What to produce: Present the following data again exactly as it is shown.

Information shown:
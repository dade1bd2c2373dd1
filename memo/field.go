package memo

import (
	"coilmemo/analysis"
	"fmt"
	"math"
	"strconv"
	"strings"

	"coilmemo/calc"
	"coilmemo/doc"
	"coilmemo/figures"
	"coilmemo/format"
	"coilmemo/templates"

	"gonum.org/v1/plot/vg"
)

// field reports the field: probes, then coil by coil the winding sketch,
// the on-axis profile, the field map, the dipole distances and, for
// pairs, the homogeneous region or the gradient.
func (c *composer) field() {
	c.heading(1, "Magnetic field")
	d := c.j.Spec.Design
	r := c.j.Results
	B0 := r.FieldCentre
	every := "every coil"
	if c.anyReceiver() {
		every = "every driven coil"
	}
	// a component of zero in the unit of the magnitude ("Bx = 0 µT"
	// beside "Bz = 433.0 µT"), every other in its own
	comp := func(v float64) string { return format.EngColumn([]float64{v}, B0.Norm(), "T", 4)[0] }
	c.para(fmt.Sprintf("With %s at its steady operating current, the flux density at the origin is |B| = %s (Bx = %s, By = %s, Bz = %s). The background field is not included in these figures.",
		every, Eng(B0.Norm(), "T", 4), comp(B0[0]), comp(B0[1]), comp(B0[2])))
	if p := c.pickUpNote(
		"it makes no field of its own and has no figures here; the field figures are the driven coils', and its response to a field is in the section Pick-up and a.c. figures",
		"they make no field of their own and have no figures here; the field figures are the driven coils', and their response to a field is in the section Pick-up and a.c. figures"); p != "" {
		c.para(p)
	}
	round, rect := false, false
	for _, co := range d.Coils {
		rect = rect || co.Form == calc.Rectangle
		round = round || co.Form != calc.Rectangle
	}
	from := "each circular turn (complete elliptic integrals) or of each straight side of a rectangle (closed-form Biot–Savart integral)"
	switch {
	case !rect:
		from = "each circular turn (complete elliptic integrals)"
	case !round:
		from = "each straight side of every rectangular turn (closed-form Biot–Savart integral)"
	}
	text := "Fields are computed from the exact field of " + from + ", superposed."
	layered := false // a circular winding of several layers, whose turns the maps group
	for i, co := range d.Coils {
		if i < len(r.Coils) && co.Form != calc.Rectangle && !r.Coils[i].Winding.Thin && r.Coils[i].Winding.LayerCount > 1 {
			layered = true
		}
	}
	if layered {
		text += " For maps and profiles the turns of a winding of several layers are grouped by Gauss quadrature over its cross-section, which reproduces the turn-by-turn sum to better than one part in 10⁹ and falls back to the individual turns near the winding."
	}
	c.para(text)
	if len(r.Probes) > 0 {
		// every field of the table in one unit, that of the largest, so
		// that a zero or a small component reads against the others
		var all []float64
		for _, p := range r.Probes {
			all = append(all, p.B[0], p.B[1], p.B[2], p.B.Norm())
		}
		txt := format.EngColumn(all, 0, "T", 4)
		var rows [][]doc.Cell
		for i, p := range r.Probes {
			b := txt[4*i : 4*i+4]
			rows = append(rows, []doc.Cell{{Text: p.Name},
				{Text: fmt.Sprintf("(%s, %s, %s) mm", mmNum(p.At[0]), mmNum(p.At[1]), mmNum(p.At[2]))},
				{Text: b[0]}, {Text: b[1]}, {Text: b[2]},
				{Text: b[3], Strong: true}})
		}
		c.add(doc.Table{Caption: "Flux density at the probe points (all coils)",
			Header: []string{"Probe", "Position", "Bx", "By", "Bz", "|B|"}, Rows: rows,
			Widths: []float64{1.3, 2, 1, 1, 1, 1.1},
			Align:  []doc.Align{doc.Left, doc.Left, doc.Right, doc.Right, doc.Right, doc.Right}})
	}
	for _, i := range c.drivenCoils() {
		if k := c.fieldTwin(i); k >= 0 {
			c.joinPart(k, strconv.Quote(d.Coils[i].Name), func(first, others string) string {
				return fmt.Sprintf("What follows is written for coil %s, in its own frame: positions along and across its own axis. It holds unchanged for %s, the same winding at the same current, each in its own frame.", first, others)
			})
			continue
		}
		c.coilPart(d.Coils[i].Name, func(names string) string { return "Field of " + names }, func() { c.coilField(i) })
	}
	c.axisSetFigure() // memo/axisset.go
	c.allCoilsMap()
}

Task output:
repository dade1bd2c2373dd1
filename memo/field.go
package memo

import (
	"coilmemo/analysis"
	"fmt"
	"math"
	"strconv"
	"strings"

	"coilmemo/calc"
	"coilmemo/doc"
	"coilmemo/figures"
	"coilmemo/format"
	"coilmemo/templates"

	"gonum.org/v1/plot/vg"
)

// field reports the field: probes, then coil by coil the winding sketch,
// the on-axis profile, the field map, the dipole distances and, for
// pairs, the homogeneous region or the gradient.
func (c *composer) field() {
	c.heading(1, "Magnetic field")
	d := c.j.Spec.Design
	r := c.j.Results
	B0 := r.FieldCentre
	every := "every coil"
	if c.anyReceiver() {
		every = "every driven coil"
	}
	// a component of zero in the unit of the magnitude ("Bx = 0 µT"
	// beside "Bz = 433.0 µT"), every other in its own
	comp := func(v float64) string { return format.EngColumn([]float64{v}, B0.Norm(), "T", 4)[0] }
	c.para(fmt.Sprintf("With %s at its steady operating current, the flux density at the origin is |B| = %s (Bx = %s, By = %s, Bz = %s). The background field is not included in these figures.",
		every, Eng(B0.Norm(), "T", 4), comp(B0[0]), comp(B0[1]), comp(B0[2])))
	if p := c.pickUpNote(
		"it makes no field of its own and has no figures here; the field figures are the driven coils', and its response to a field is in the section Pick-up and a.c. figures",
		"they make no field of their own and have no figures here; the field figures are the driven coils', and their response to a field is in the section Pick-up and a.c. figures"); p != "" {
		c.para(p)
	}
	round, rect := false, false
	for _, co := range d.Coils {
		rect = rect || co.Form == calc.Rectangle
		round = round || co.Form != calc.Rectangle
	}
	from := "each circular turn (complete elliptic integrals) or of each straight side of a rectangle (closed-form Biot–Savart integral)"
	switch {
	case !rect:
		from = "each circular turn (complete elliptic integrals)"
	case !round:
		from = "each straight side of every rectangular turn (closed-form Biot–Savart integral)"
	}
	text := "Fields are computed from the exact field of " + from + ", superposed."
	layered := false // a circular winding of several layers, whose turns the maps group
	for i, co := range d.Coils {
		if i < len(r.Coils) && co.Form != calc.Rectangle && !r.Coils[i].Winding.Thin && r.Coils[i].Winding.LayerCount > 1 {
			layered = true
		}
	}
	if layered {
		text += " For maps and profiles the turns of a winding of several layers are grouped by Gauss quadrature over its cross-section, which reproduces the turn-by-turn sum to better than one part in 10⁹ and falls back to the individual turns near the winding."
	}
	c.para(text)
	if len(r.Probes) > 0 {
		// every field of the table in one unit, that of the largest, so
		// that a zero or a small component reads against the others
		var all []float64
		for _, p := range r.Probes {
			all = append(all, p.B[0], p.B[1], p.B[2], p.B.Norm())
		}
		txt := format.EngColumn(all, 0, "T", 4)
		var rows [][]doc.Cell
		for i, p := range r.Probes {
			b := txt[4*i : 4*i+4]
			rows = append(rows, []doc.Cell{{Text: p.Name},
				{Text: fmt.Sprintf("(%s, %s, %s) mm", mmNum(p.At[0]), mmNum(p.At[1]), mmNum(p.At[2]))},
				{Text: b[0]}, {Text: b[1]}, {Text: b[2]},
				{Text: b[3], Strong: true}})
		}
		c.add(doc.Table{Caption: "Flux density at the probe points (all coils)",
			Header: []string{"Probe", "Position", "Bx", "By", "Bz", "|B|"}, Rows: rows,
			Widths: []float64{1.3, 2, 1, 1, 1, 1.1},
			Align:  []doc.Align{doc.Left, doc.Left, doc.Right, doc.Right, doc.Right, doc.Right}})
	}
	for _, i := range c.drivenCoils() {
		if k := c.fieldTwin(i); k >= 0 {
			c.joinPart(k, strconv.Quote(d.Coils[i].Name), func(first, others string) string {
				return fmt.Sprintf("What follows is written for coil %s, in its own frame: positions along and across its own axis. It holds unchanged for %s, the same winding at the same current, each in its own frame.", first, others)
			})
			continue
		}
		c.coilPart(d.Coils[i].Name, func(names string) string { return "Field of " + names }, func() { c.coilField(i) })
	}
	c.axisSetFigure() // memo/axisset.go
	c.allCoilsMap()
}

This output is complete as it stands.